At best, King is a masterful storyteller. He has infused this book with a distinct sense of good and evil,
right and wrong. You can immediately recognize the purpose of each character and the role they play in
moving the plot along. While we all like a good horror story in bed, I think it’s an unsaid mutual
agreement that cases, like domestic abuse, an unknown stalker, rape, and kidnapping, that hit close to
reality are the ones that genuinely terrify us and Stephen King has used that hand.

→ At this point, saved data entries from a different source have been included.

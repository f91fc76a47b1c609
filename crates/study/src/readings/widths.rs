//! The width of a pulse: from the first to the last crossing of a fraction of its largest value.
//!
//! ```text
//!            crest ......... _
//!                          /   \
//!  fraction * crest ..... /.....\ ...
//!                       t0       t1      width = t1 - t0
//! ```
//!
//! A pulse that rings counts as one pulse. One that is above the level at the window's start
//! begins there; one that is still above at its end has no width.

use pulsewright_circuit::Expr;
use pulsewright_circuit::phrase::Window;

use super::{Number, Reader, Sample, absent};
use crate::waveform::{falls, rises};

impl Reader<'_> {
    pub(super) fn width(&self, signal: &Expr, fraction: &Expr, w: Option<&Window>) -> Sample {
        let extent = self.filled(w)?;
        extent.unbroken()?;
        let share = self.value(fraction)?.value;
        let crested = self.crested(signal, &extent)?;
        let (signal, runs) = (&crested.signal, crested.runs(&extent, share));
        match (rises(&runs).first(), falls(&runs).last()) {
            (Some(start), Some(end)) if runs.last().is_some_and(|r| r.sign <= 0) => Ok(
                Number::between(self.rise_at(signal, *start), self.crossing_at(signal, *end)),
            ),
            _ => absent(format!(
                "{} is still above {} at the end of {}",
                signal.text,
                crested.said(share),
                extent.end_words
            )),
        }
    }
}
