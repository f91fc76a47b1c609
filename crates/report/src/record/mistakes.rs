//! `pulsewright.mistakes/1`: what is wrong with the input, and what was remarked on it.
//!
//! What a record holds here comes from whoever read the text: this module knows no netlist.

use super::Program;
use serde::{Deserialize, Serialize};

/// The record of mistakes; without any where a file was checked and found sound.
#[derive(Clone, Debug, PartialEq, Serialize, Deserialize)]
pub struct MistakesRecord {
    /// `pulsewright.mistakes/1`.
    pub record: String,
    /// The program that wrote it.
    pub program: Program,
    /// The mistakes, by file and then by place.
    pub mistakes: Vec<MistakeRecord>,
    /// The remarks, likewise.
    pub remarks: Vec<MistakeRecord>,
}

/// One mistake, or one remark.
#[derive(Clone, Debug, PartialEq, Eq, Serialize, Deserialize)]
pub struct MistakeRecord {
    /// Its code; never changes its meaning.
    pub code: String,
    /// The file as the user named it, `-` for standard input.
    pub file: String,
    /// The line, from 1; `null` where it has no place.
    pub line: Option<u64>,
    /// The column, in characters from 1.
    pub column: Option<u64>,
    /// The bytes of the text that it is about.
    pub span: Option<Bytes>,
    /// What is wrong.
    pub message: String,
    /// What belongs there.
    #[serde(skip_serializing_if = "Option::is_none", default)]
    pub label: Option<String>,
    /// What to write instead.
    pub replacement: Option<String>,
}

/// A range of bytes.
#[derive(Clone, Copy, Debug, PartialEq, Eq, Serialize, Deserialize)]
pub struct Bytes {
    /// The first byte.
    pub start: u64,
    /// One past the last byte.
    pub end: u64,
}

impl MistakesRecord {
    /// A record of these mistakes and remarks.
    #[must_use]
    pub fn new(mistakes: Vec<MistakeRecord>, remarks: Vec<MistakeRecord>) -> Self {
        MistakesRecord {
            record: "pulsewright.mistakes/1".to_owned(),
            program: Program::this(),
            mistakes,
            remarks,
        }
    }
}
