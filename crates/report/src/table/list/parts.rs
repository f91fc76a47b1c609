//! Parts, their schedules and the nodes they join, in words.

use super::Numbers;
use crate::look::{Look, Tone, heading, paragraph};
use pulsewright_circuit::expr::ExprKind;
use pulsewright_circuit::parts::{Changeover, Control, Part, PartKind, Switch};
use pulsewright_circuit::schedule::{Action, Change, Passing, TriggerKind};
use pulsewright_circuit::spread::Value;

/// Between which nodes a part is, and what it is: values, spreads, schedule.
pub(super) fn part(numbers: &Numbers<'_>, part: &Part) -> [String; 2] {
    [between(part), what(numbers, &part.kind)]
}

fn between(part: &Part) -> String {
    if let PartKind::Coupling(c) = &part.kind {
        return format!("{} and {}", c.first, c.second);
    }
    match part.kind.nodes().as_slice() {
        [from, to] => format!("{from} to {to}"),
        [common, first, second] => format!("{common} to {first} or {second}"),
        _ => String::new(),
    }
}

fn what(numbers: &Numbers<'_>, kind: &PartKind) -> String {
    let text = |value| valued(numbers, value);
    let said = |word: &str, value: &Option<Value>| {
        value
            .as_ref()
            .map(|v| format!("{word} {}", valued(numbers, v)))
    };
    let pieces: Vec<Option<String>> = match kind {
        PartKind::Resistor(p) => vec![Some(text(&p.value))],
        PartKind::Capacitor(p) => vec![
            Some(text(&p.value)),
            said("charged to", &p.charged),
            said("series", &p.series),
            said("leakage", &p.leakage),
        ],
        PartKind::Inductor(p) => {
            vec![
                Some(text(&p.value)),
                said("carrying", &p.carrying),
                said("winding", &p.winding),
            ]
        }
        PartKind::Coupling(p) => vec![Some(text(&p.factor))],
        PartKind::Wire(_) => Vec::new(),
        PartKind::Voltage(p) | PartKind::Current(p) => vec![Some(text(&p.value))],
        PartKind::Switch(p) => switch(
            numbers,
            p,
            said("contact", &p.contact),
            said("insulation", &p.insulation),
        ),
        PartKind::Changeover(p) => changeover(
            numbers,
            p,
            said("contact", &p.contact),
            said("insulation", &p.insulation),
        ),
        PartKind::Diode(p) => vec![
            Some(said("threshold", &p.threshold).unwrap_or_else(|| "threshold 0 V".to_owned())),
            Some(said("slope", &p.slope).unwrap_or_else(|| "slope 0 ohm".to_owned())),
        ],
        _ => Vec::new(),
    };
    pieces.into_iter().flatten().collect::<Vec<_>>().join(", ")
}

fn switch(
    numbers: &Numbers<'_>,
    switch: &Switch,
    contact: Option<String>,
    insulation: Option<String>,
) -> Vec<Option<String>> {
    match &switch.control {
        Control::Ganged(other) => vec![Some(format!("ganged with {other}")), contact, insulation],
        Control::Schedule { closed, actions } => {
            let start = if *closed { "closed" } else { "open" }.to_owned();
            vec![Some(start), schedule(numbers, actions), contact, insulation]
        }
    }
}

fn changeover(
    numbers: &Numbers<'_>,
    part: &Changeover,
    contact: Option<String>,
    insulation: Option<String>,
) -> Vec<Option<String>> {
    vec![
        Some(format!("at {}", part.start)),
        schedule(numbers, &part.actions),
        contact,
        insulation,
    ]
}

fn schedule(numbers: &Numbers<'_>, actions: &[Action]) -> Option<String> {
    let words: Vec<String> = actions.iter().map(|a| action(numbers, a)).collect();
    (!words.is_empty()).then(|| words.join(", then "))
}

fn action(numbers: &Numbers<'_>, action: &Action) -> String {
    let triggers: Vec<String> = action
        .triggers
        .iter()
        .map(|t| trigger(numbers, &t.kind))
        .collect();
    let change = match &action.change {
        Change::Closes => "closes".to_owned(),
        Change::Opens => "opens".to_owned(),
        Change::MovesTo(node) => format!("moves to {node}"),
    };
    format!("{change} {}", triggers.join(" or "))
}

fn trigger(numbers: &Numbers<'_>, kind: &TriggerKind) -> String {
    match kind {
        TriggerKind::At(time) => format!("at {}", valued(numbers, time)),
        TriggerKind::When {
            signal,
            passing,
            level,
        } => {
            format!(
                "when {signal} {} {}",
                passed(*passing),
                valued(numbers, level)
            )
        }
        TriggerKind::Delay { delay, edge } => {
            let spread = delay
                .spread
                .as_ref()
                .map(|s| format!(", {s}"))
                .unwrap_or_default();
            let compound = matches!(
                delay.nominal.kind,
                ExprKind::Binary { .. } | ExprKind::Negative(_)
            );
            let nominal = numbers.with_number(&delay.nominal);
            let nominal = if compound {
                format!("({nominal})")
            } else {
                nominal
            };
            format!("{nominal} after {edge}{spread}")
        }
        TriggerKind::ZeroCurrent { after: None } => "at zero current".to_owned(),
        TriggerKind::ZeroCurrent { after: Some(time) } => format!("at zero current after {time}"),
        _ => String::new(),
    }
}

const fn passed(passing: Passing) -> &'static str {
    match passing {
        Passing::FallsBelow => "falls below",
        Passing::RisesAbove => "rises above",
        Passing::IsBelow => "is below",
        Passing::IsAbove => "is above",
    }
}

/// A value with its number and its spread.
fn valued(numbers: &Numbers<'_>, value: &Value) -> String {
    let nominal = numbers.with_number(&value.nominal);
    value
        .spread
        .as_ref()
        .map_or_else(|| nominal.clone(), |spread| format!("{nominal}, {spread}"))
}

/// Adds the nodes, with how many parts touch each.
pub(super) fn nodes(out: &mut String, look: Look, parts: &[Part]) {
    let mut nodes: Vec<(&str, usize)> = Vec::new();
    let mut index = std::collections::HashMap::new();
    for name in parts.iter().flat_map(|p| p.kind.nodes()) {
        let k = *index.entry(name.text.as_str()).or_insert_with(|| {
            nodes.push((name.text.as_str(), 0));
            nodes.len() - 1
        });
        if let Some(node) = nodes.get_mut(k) {
            node.1 += 1;
        }
    }
    heading(
        out,
        look,
        "nodes, and how many ends of parts meet there",
        Tone::Heading,
    );
    let words: Vec<String> = nodes
        .iter()
        .map(|(name, ends)| format!("{name} ({ends})"))
        .collect();
    paragraph(out, look, 2, &words.join(", "), Tone::Plain);
}
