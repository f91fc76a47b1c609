//! Integrals: energy, charge, action, area, and the means.
//!
//! Energy and charge go by the rules of the stepping method (see `waveform::product`), the
//! others by the integrals of the cubics. Energy, charge and area count impulses; the square of
//! an impulse has no integral, so that `action` and `rms` are unbounded where there is one.

use pulsewright_circuit::phrase::Window;
use pulsewright_circuit::{Expr, Formula, Name, Probe};
use pulsewright_engine::ports;

use super::{Extent, Lack, Number, Reader, Sample, said_time};
use crate::waveform::{Interval, Sum, Wave, charge, energy};

impl Reader<'_> {
    /// `energy into PART`, J.
    pub(super) fn energy_into(&self, part: &Name, w: Option<&Window>) -> Sample {
        let extent = self.extent(w)?;
        let part = self.part(part)?;
        let sum = self.energy_of(part, &extent.intervals);
        Ok(Number::new(sum.net, sum.gross))
    }

    /// The energy into a part through its terminals, jumps included, J.
    pub(crate) fn energy_of(&self, part: usize, window: &[Interval]) -> Sum {
        let mut sum = self.products(&ports(self.case.setup, part), window);
        for jump in self.record.jumps_in(window) {
            jump.energies
                .iter()
                .filter(|e| e.0 == part)
                .for_each(|e| sum.add(e.1));
        }
        sum
    }

    /// The sum over pairs of a voltage and a current of their energies, without jumps, J.
    pub(super) fn products(&self, pairs: &[(Probe, Probe)], window: &[Interval]) -> Sum {
        let mut sum = Sum::default();
        for (v, i) in pairs {
            if let (Some(v), Some(i)) = (self.record.row(*v), self.record.row(*i)) {
                sum.join(energy(&self.record, v, i, window));
            }
        }
        sum
    }

    /// `charge through PART`, C.
    pub(super) fn charge(&self, part: &Name, w: Option<&Window>) -> Sample {
        let sum = self.charges(part, w)?;
        Ok(Number::new(sum.net, sum.gross))
    }

    /// `gross charge through PART`, C.
    pub(super) fn gross_charge(&self, part: &Name, w: Option<&Window>) -> Sample {
        let sum = self.charges(part, w)?;
        Ok(Number::new(sum.gross, sum.gross))
    }

    fn charges(&self, part: &Name, w: Option<&Window>) -> Result<Sum, Lack> {
        let extent = self.extent(w)?;
        let Some(row) = self.record.row(Probe::CurrentThrough(self.part(part)?)) else {
            return Ok(Sum::default());
        };
        let mut sum = charge(&self.record, row, &extent.intervals);
        for jump in self.record.jumps_in(&extent.intervals) {
            sum.add(jump.impulses.get(row).copied().unwrap_or(0.0));
        }
        Ok(sum)
    }

    /// `action of PART`, A²·s: the sum over its contacts for a changeover.
    pub(super) fn action(&self, part: &Name, w: Option<&Window>) -> Sample {
        let extent = self.extent(w)?;
        match self.action_of(self.part(part)?, &extent.intervals) {
            Ok(sum) => Ok(Number::new(sum, sum)),
            Err(t) => Err(Lack::Unbounded(format!(
                "current through {part} has an impulse at {}",
                said_time(t)
            ))),
        }
    }

    /// The action of a part, A²·s, or the instant of the impulse that makes it unbounded, s.
    pub(crate) fn action_of(&self, part: usize, window: &[Interval]) -> Result<f64, f64> {
        let mut sum = 0.0;
        for (_, current) in ports(self.case.setup, part) {
            let wave = Wave::of(&Formula::Probe(current), &self.record);
            if let Some((t, _)) = window
                .iter()
                .find_map(|i| wave.impulses_in(*i).first().copied())
            {
                return Err(t);
            }
            sum += wave.square(window);
        }
        Ok(sum)
    }

    /// `area of SIGNAL`, its unit times s.
    pub(super) fn area(&self, signal: &Expr, w: Option<&Window>) -> Sample {
        let extent = self.extent(w)?;
        self.area_over(signal, &extent)
    }

    fn area_over(&self, signal: &Expr, extent: &Extent) -> Sample {
        let signal = self.signal_in(signal, extent)?;
        Ok(Number::new(
            signal.wave.area(&extent.intervals),
            signal.wave.gross(&extent.intervals),
        ))
    }

    /// `mean SIGNAL`.
    pub(super) fn mean(&self, signal: &Expr, w: Option<&Window>) -> Sample {
        let extent = self.filled(w)?;
        let area = self.area_over(signal, &extent)?;
        let length = extent.length();
        Ok(Number::new(area.value / length, area.scale / length))
    }

    /// `rms SIGNAL`.
    pub(super) fn rms(&self, signal: &Expr, w: Option<&Window>) -> Sample {
        let extent = self.filled(w)?;
        let signal = self.signal_in(signal, &extent)?;
        signal.without_impulse(&extent.intervals)?;
        let value = (signal.wave.square(&extent.intervals) / extent.length()).sqrt();
        Ok(Number::new(value, value))
    }
}
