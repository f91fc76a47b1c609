//! A signal at an instant, and the instants of extremes.

use pulsewright_circuit::Expr;
use pulsewright_circuit::formula::Side;
use pulsewright_circuit::phrase::{Extreme, Window};

use super::{Number, Reader, Sample, absent};

impl Reader<'_> {
    /// `SIGNAL at T`: just after it; at the span's end just before.
    pub(super) fn at(&self, signal: &Expr, time: &Expr) -> Sample {
        self.value_at(signal, time, Side::After)
    }

    /// `SIGNAL just before T`; `just before 0 s` is the stated start.
    pub(super) fn just_before(&self, signal: &Expr, time: &Expr) -> Sample {
        self.value_at(signal, time, Side::Before)
    }

    fn value_at(&self, signal: &Expr, time: &Expr, side: Side) -> Sample {
        let t = self.time(time)?;
        self.value_on(signal, t, side)
    }

    fn value_on(&self, signal: &Expr, t: f64, side: Side) -> Sample {
        let signal = self.signal(signal)?;
        signal.grounded_at(t, side)?;
        let value = match side {
            Side::After => signal.wave.after(t),
            Side::Before => signal.wave.before(t),
        };
        Ok(Number::new(value, signal.wave.largest()))
    }

    /// `final SIGNAL`: just before the end, of the window where one is written.
    pub(super) fn last(&self, signal: &Expr, w: Option<&Window>) -> Sample {
        let end = self.filled(w)?.end();
        self.value_on(signal, end, Side::Before)
    }

    /// `time of highest SIGNAL`: the first where there are several.
    pub(super) fn time_of(&self, extreme: Extreme, signal: &Expr, w: Option<&Window>) -> Sample {
        let extent = self.filled(w)?;
        let signal = self.signal_in(signal, &extent)?;
        signal.without_impulse(&extent.intervals)?;
        let found = match extreme {
            Extreme::Highest => signal.wave.highest(&extent.intervals),
            Extreme::Lowest => signal.wave.lowest(&extent.intervals),
            Extreme::Largest => signal.wave.largest_in(&extent.intervals),
        };
        let Some(found) = found else {
            return absent(format!("{} has no value in its window", signal.text));
        };
        let all = [crate::waveform::Interval {
            start: 0.0,
            end: self.record.end(),
        }];
        let steepest = signal.wave.steepest(&all).map_or(0.0, |e| e.value);
        Ok(self.instant(found.time, found.shift * steepest))
    }
}
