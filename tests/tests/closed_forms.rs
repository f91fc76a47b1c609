//! Circuits with a closed form: the order of both integrators in energy, crest and final value,
//! through switch events; truncated exponentials; charge and flux at an event.
//!
//! The two-state circuits switch twice, at instants that are no multiple of any step: `fire`
//! lets the bank go, `bypass` changes the resistance while the pulse runs.

use pulsewright_engine::{Mesh, Shot};
use pulsewright_tests::closed::{Joined, Rlc, State};
use pulsewright_tests::{Stage, fire, reading};

const C: f64 = 10e-6;
const L: f64 = 25e-3; // so that sqrt(L/C) is 50 ohm and sqrt(LC) half a millisecond
const V0: f64 = 1000.0;
const FIRES: f64 = 123.4567e-6;
const BYPASSES: f64 = 1.937_123e-3;
const SPAN: f64 = 4.5e-3;

/// The damping of a circuit, by its resistances in ohm: (load, ballast) in series before the
/// ballast is bypassed; (load, helper) in parallel once the helper is switched in.
struct Regime {
    name: &'static str,
    joined: Joined,
    load: f64,
    other: f64,
}

const REGIMES: [Regime; 6] = [
    Regime {
        name: "series, underdamped",
        joined: Joined::Series,
        load: 20.0,
        other: 10.0,
    },
    Regime {
        name: "series, critical",
        joined: Joined::Series,
        load: 60.0,
        other: 40.0,
    },
    Regime {
        name: "series, overdamped",
        joined: Joined::Series,
        load: 200.0,
        other: 100.0,
    },
    Regime {
        name: "parallel, underdamped",
        joined: Joined::Parallel,
        load: 60.0,
        other: 90.0,
    },
    Regime {
        name: "parallel, critical",
        joined: Joined::Parallel,
        load: 25.0,
        other: 40.0,
    },
    Regime {
        name: "parallel, overdamped",
        joined: Joined::Parallel,
        load: 10.0,
        other: 15.0,
    },
];

/// The readings of a regime: energy in the load, J; crest of the coil's current, A; its instant
/// after firing, s; final voltage of the bank, V, and current of the coil, A.
struct Exact {
    energy: f64,
    crest: f64,
    crest_time: f64,
    bank: f64,
    coil: f64,
}

impl Regime {
    fn text(&self) -> String {
        let Regime { load, other, .. } = self;
        let parts = match self.joined {
            Joined::Series => format!(
                "inductor choke from mid to x = 25 mH
                 resistor ballast from x to pad = {other} ohm
                 switch bypass from x to pad : open, closes at 1.937123 ms
                 resistor load from pad to ground = {load} ohm"
            ),
            Joined::Parallel => format!(
                "inductor choke from mid to ground = 25 mH
                 resistor load from mid to ground = {load} ohm
                 switch bypass from mid to x : open, closes at 1.937123 ms
                 resistor helper from x to ground = {other} ohm"
            ),
        };
        format!(
            "capacitor bank from top to ground = 10 uF, charged to 1 kV
             switch fire from top to mid : open, closes at 123.4567 us
             {parts}
             span 4.5 ms
             reading energy = energy into load
             reading crest = highest current through choke
             reading crest_time = time of highest current through choke - closing of fire
             reading bank_v = final voltage across bank
             reading coil_i = final current through choke\n"
        )
    }

    fn exact(&self) -> Exact {
        let (before, after) = match self.joined {
            Joined::Series => (self.load + self.other, self.load),
            Joined::Parallel => (self.load, self.load * self.other / (self.load + self.other)),
        };
        let first = Rlc {
            joined: self.joined,
            c: C,
            l: L,
            r: before,
        };
        let second = Rlc { r: after, ..first };
        let start = State { v: V0, i: 0.0 };
        let middle = first.after(start, BYPASSES - FIRES);
        let end = second.after(middle, SPAN - BYPASSES);
        let share = |r: f64| match self.joined {
            Joined::Series => self.load / r,
            Joined::Parallel => r / self.load,
        };
        let energy = (first.stored(start) - first.stored(middle)) * share(before)
            + (second.stored(middle) - second.stored(end)) * share(after);
        let (crest_time, crest) = first.crest(V0);
        Exact {
            energy,
            crest,
            crest_time,
            bank: end.v,
            coil: end.i,
        }
    }
}

fn orders(errors: &[f64]) -> Vec<f64> {
    errors
        .windows(2)
        .map(|e| (e[0] / e[1]).abs().log2())
        .collect()
}

/// Fixed steps, halved again and again: the error must shrink by two to the order.
fn check_order(method: &str, order: f64, steps: &[f64]) {
    for regime in &REGIMES {
        let exact = regime.exact();
        let stage = Stage::new(&format!("{}integrate by {method}\n", regime.text()));
        let shots: Vec<Shot> = steps.iter().map(|h| stage.shot(Mesh::Fixed(*h))).collect();
        let wanted = [
            ("energy", exact.energy),
            ("crest", exact.crest),
            ("bank_v", exact.bank),
            ("coil_i", exact.coil),
        ];
        for (name, value) in wanted {
            let errors: Vec<f64> = shots
                .iter()
                .map(|s| stage.number(s, name) - value)
                .collect();
            let seen = orders(&errors);
            let last = seen.last().copied().unwrap_or(f64::NAN);
            assert!(
                (last - order).abs() <= 0.05,
                "{method}, {}, {name}: orders {seen:.3?}, errors {errors:?} of {value}",
                regime.name
            );
        }
    }
}

#[test]
fn the_trapezoidal_rule_is_of_order_two() {
    check_order("trapezoidal rule", 2.0, &[16e-6, 8e-6, 4e-6, 2e-6]);
}

#[test]
fn backward_euler_is_of_order_one() {
    check_order("backward Euler", 1.0, &[8e-6, 4e-6, 2e-6, 1e-6]);
}

/// What the tool itself promises, in every regime and by either integrator: the error is inside
/// the stated bound, and the bound within the allowed error of 1 ppm. Backward Euler is given
/// 100 ppm, which it reaches in reasonable time.
#[test]
fn every_regime_is_right_within_its_bound() {
    for (method, allowed) in [("trapezoidal rule", 1e-6), ("backward Euler", 1e-4)] {
        for regime in &REGIMES {
            let exact = regime.exact();
            let text = format!(
                "{}integrate by {method}\nerror at most {} ppm\n",
                regime.text(),
                allowed * 1e6
            );
            let fired = fire(&text);
            let wanted = [
                ("energy", exact.energy, exact.energy),
                ("crest", exact.crest, exact.crest),
                ("crest_time", exact.crest_time, exact.crest_time),
                ("bank_v", exact.bank, V0),
                ("coil_i", exact.coil, exact.crest),
            ];
            for (name, value, scale) in wanted {
                let got = reading(&fired, name);
                let error = (got.value - value).abs();
                assert!(
                    error <= got.bound + 1e-13 * scale && got.bound <= 1.000_001 * allowed * scale,
                    "{method}, {}, {name}: off by {error:.2e}, bound {:.2e}, of {value}",
                    regime.name,
                    got.bound
                );
            }
        }
    }
}

/// `time step` in the text does the same as a fixed mesh in code.
#[test]
fn a_stated_time_step_is_kept() {
    let text = format!("{}time step 10 us\n", REGIMES[0].text());
    let fired = fire(&text);
    let largest = fired.shot.largest_step;
    assert!(largest <= 10e-6 * (1.0 + 1e-12), "{largest}");
    let exact = REGIMES[0].exact();
    let got = reading(&fired, "energy");
    assert!(
        (got.value - exact.energy).abs() <= got.bound,
        "{got:?} for {}",
        exact.energy
    );
}

/// F9: a bank cut off after a time T has delivered D (2 - D) of its energy, D = 1 - exp(-T/RC);
/// a second phase as long delivers the same share of the rest.
#[test]
fn truncated_exponentials() {
    let (c, r, v, t) = (110e-6, 50.0, 1800.0_f64, 5.774_021_684_74e-3_f64);
    let fired = fire(
        "capacitor bank from top to ground = 110 uF, charged to 1.8 kV
         switch ne from top to east : open, closes at 1 ms, opens 5.77402168474 ms after closing of ne
         switch sw from west to ground : ganged with ne
         switch nw from top to west : open, closes 0.7 ms after opening of ne,
             opens 5.77402168474 ms after closing of nw
         switch se from east to ground : ganged with nw
         resistor chest from east to west = 50 ohm
         span 15 ms
         reading first_j = energy into chest while ne is closed
         reading second_j = energy into chest while nw is closed
         reading swept = charge through chest
         reading gross = gross charge through chest
         reading droop = tilt of voltage across chest between closing of ne and opening of ne
         reading left_v = final voltage across bank
         reading mean_v = mean voltage across bank while ne is closed",
    );
    let (d, e0) = (-(-t / (r * c)).exp_m1(), 0.5 * c * v * v);
    let kept = 1.0 - d;
    let wanted = [
        ("first_j", e0 * d * (2.0 - d)),
        ("second_j", e0 * kept * kept * d * (2.0 - d)),
        ("swept", c * v * d - c * v * kept * d),
        ("gross", c * v * d + c * v * kept * d),
        ("droop", d),
        ("left_v", v * kept * kept),
        ("mean_v", v * d * r * c / t),
    ];
    for (name, value) in wanted {
        let got = reading(&fired, name);
        let error = (got.value - value).abs();
        assert!(
            error <= got.bound + 1e-12 * value,
            "{name}: {got:?}, exact {value}"
        );
    }
}

/// F9 again, but the switch opens at a level: the tilt is stated and the time follows.
#[test]
fn a_level_cuts_the_exponential_where_it_should() {
    let fired = fire(
        "capacitor bank from top to ground = 110 uF, charged to 1.8 kV
         switch gate from top to pad : open, closes at 1 ms, opens when voltage across bank falls below 630 V
         resistor chest from pad to ground = 50 ohm
         span 12 ms
         reading lasts = opening of gate - closing of gate
         reading dose = energy into chest",
    );
    let rc = 110e-6 * 50.0_f64;
    let e0 = 0.5 * 110e-6 * 1800.0_f64.powi(2);
    for (name, value) in [
        ("lasts", rc * (1800.0_f64 / 630.0).ln()),
        ("dose", e0 * (1.0 - 0.35_f64.powi(2))),
    ] {
        let got = reading(&fired, name);
        assert!(
            (got.value - value).abs() <= got.bound + 1e-12 * value,
            "{name}: {got:?}, exact {value}"
        );
    }
}

/// F10: two capacitors joined by an ideal switch keep their charge and lose
/// C1 C2 (V1 - V2)² / 2 (C1 + C2) in it.
#[test]
fn charge_is_shared_to_rounding() {
    for (c1, v1, c2, v2) in [
        (4e-6_f64, 100.0_f64, 6e-6_f64, 0.0_f64),
        (47e-6, 450.0, 0.1e-6, -200.0),
        (1e-9, 5000.0, 33e-6, 3.0),
    ] {
        let text = format!(
            "capacitor a from x to ground = {c1:e} F, charged to {v1} V
             capacitor b from y to ground = {c2:e} F, charged to {v2} V
             switch join from x to y : open, closes at 1 ms
             span 2 ms
             reading common = final voltage across b
             reading passed = charge through join
             reading burnt = heat in join"
        );
        let fired = fire(&text);
        let sum = c1 + c2;
        let wanted = [
            ("common", (c1 * v1 + c2 * v2) / sum, v1),
            ("passed", c1 * c2 * (v1 - v2) / sum, 0.0),
            ("burnt", c1 * c2 * (v1 - v2) * (v1 - v2) / (2.0 * sum), 0.0),
        ];
        for (name, value, scale) in wanted {
            let got = reading(&fired, name);
            let allowed = 1e-12 * f64::max(value.abs(), scale);
            assert!(
                (got.value - value).abs() <= allowed,
                "{name}: {got:?}, exact {value}"
            );
        }
        let event = &fired.events[0].0;
        assert!(
            (event.charge - wanted[1].1).abs() <= 1e-12 * wanted[1].1.abs(),
            "{event:?}"
        );
        assert!(
            (event.loss - wanted[2].1).abs() <= 1e-12 * wanted[2].1,
            "{event:?}"
        );
    }
}

/// F11: two coils forced in series keep their flux: i = (L1 i1 + L2 i2) / (L1 + L2), and
/// L1 L2 (i1 - i2)² / 2 (L1 + L2) is lost in the switch that opens.
#[test]
fn flux_is_shared_to_rounding() {
    let (l1, i1, l2, i2) = (30e-3, 4.0, 50e-3, 0.5);
    let fired = fire(
        "inductor one from ground to x = 30 mH, carrying 4 A
         inductor two from x to ground = 50 mH, carrying 0.5 A
         switch part from x to ground : closed, opens at 1 ms
         span 2 ms
         reading common = final current through two
         reading flux_ = area of voltage across part
         reading burnt = heat in part",
    );
    let sum = l1 + l2;
    let wanted = [
        ("common", (l1 * i1 + l2 * i2) / sum),
        ("burnt", l1 * l2 * (i1 - i2) * (i1 - i2) / (2.0 * sum)),
        ("flux_", l1 * l2 * (i1 - i2) / sum),
    ];
    for (name, value) in wanted {
        let got = reading(&fired, name);
        assert!(
            (got.value - value).abs() <= 1e-12 * value.abs(),
            "{name}: {got:?}, exact {value}"
        );
    }
}

/// A coil cut off loses all it held, L i² / 2, in the switch, and its flux is the impulse.
#[test]
fn a_coil_cut_off_loses_what_it_held() {
    let fired = fire(
        "inductor coil from x to ground = 30 mH, carrying 4 A
         switch cut from ground to x : closed, opens at 1 ms
         span 2 ms
         reading burnt = heat in cut
         reading rest_i = final current through coil",
    );
    let event = &fired.events[0].0;
    assert!((event.flux.abs() - 0.12).abs() <= 1e-12 * 0.12, "{event:?}");
    assert!((reading(&fired, "burnt").value - 0.24).abs() <= 1e-12 * 0.24);
    assert_eq!(reading(&fired, "rest_i").value, 0.0);
}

Norman Daniels is spine-chillingly written. It is clear that King has poke and prodded into an average
racist, misogynistic, and rapist mind, picking apart their sadistic thoughts and manifested it into Norman.
The issue? He is paper thin. They are no redeeming qualities or any saving grace. A human has a morally
ambiguous, multi-layered thought process and we are phased through your unsympathetic abusive man
to a completely delusional, raving mad policeman. Which brings up an unanswered question: What
compelled Rose to stay for 14 years with someone so fully devoid of morals?

Maybe it was better. His detachment from ground reality was what made it tolerable to read. It was
what made me pick the book back up. Him and Rose’s resilience.

Besides the one-dimensional characters, a fantasy element was intangibly introduced through a painting
that Rose buys in an antique shop. However, these mystical elements awkwardly juxtapose with a
woman-on-the-run thriller that render the terrifying element hollow.

All in all, Rose is the best characterization of a woman that King's managed thus far: A sympathetic lead
who doesn’t indulge in melodrama or denial. It's hard not to get involved in Rosie's problems as she runs
from a horrifically abusive marriage. He gives us the chance to watch her grow and change, and to set
the stage for what will happen next.
If you’re hesitant to try out King’s more terrifying books like IT, The Stand or Survivor Type, but want to
try out his writing anyway, Rose Madder is for you.

My favorite quote from the book:

“The concept of dreaming is known to the waking mind but to the dreamer there is no waking, no real
world, no sanity; there is only the screaming bedlam of sleep.”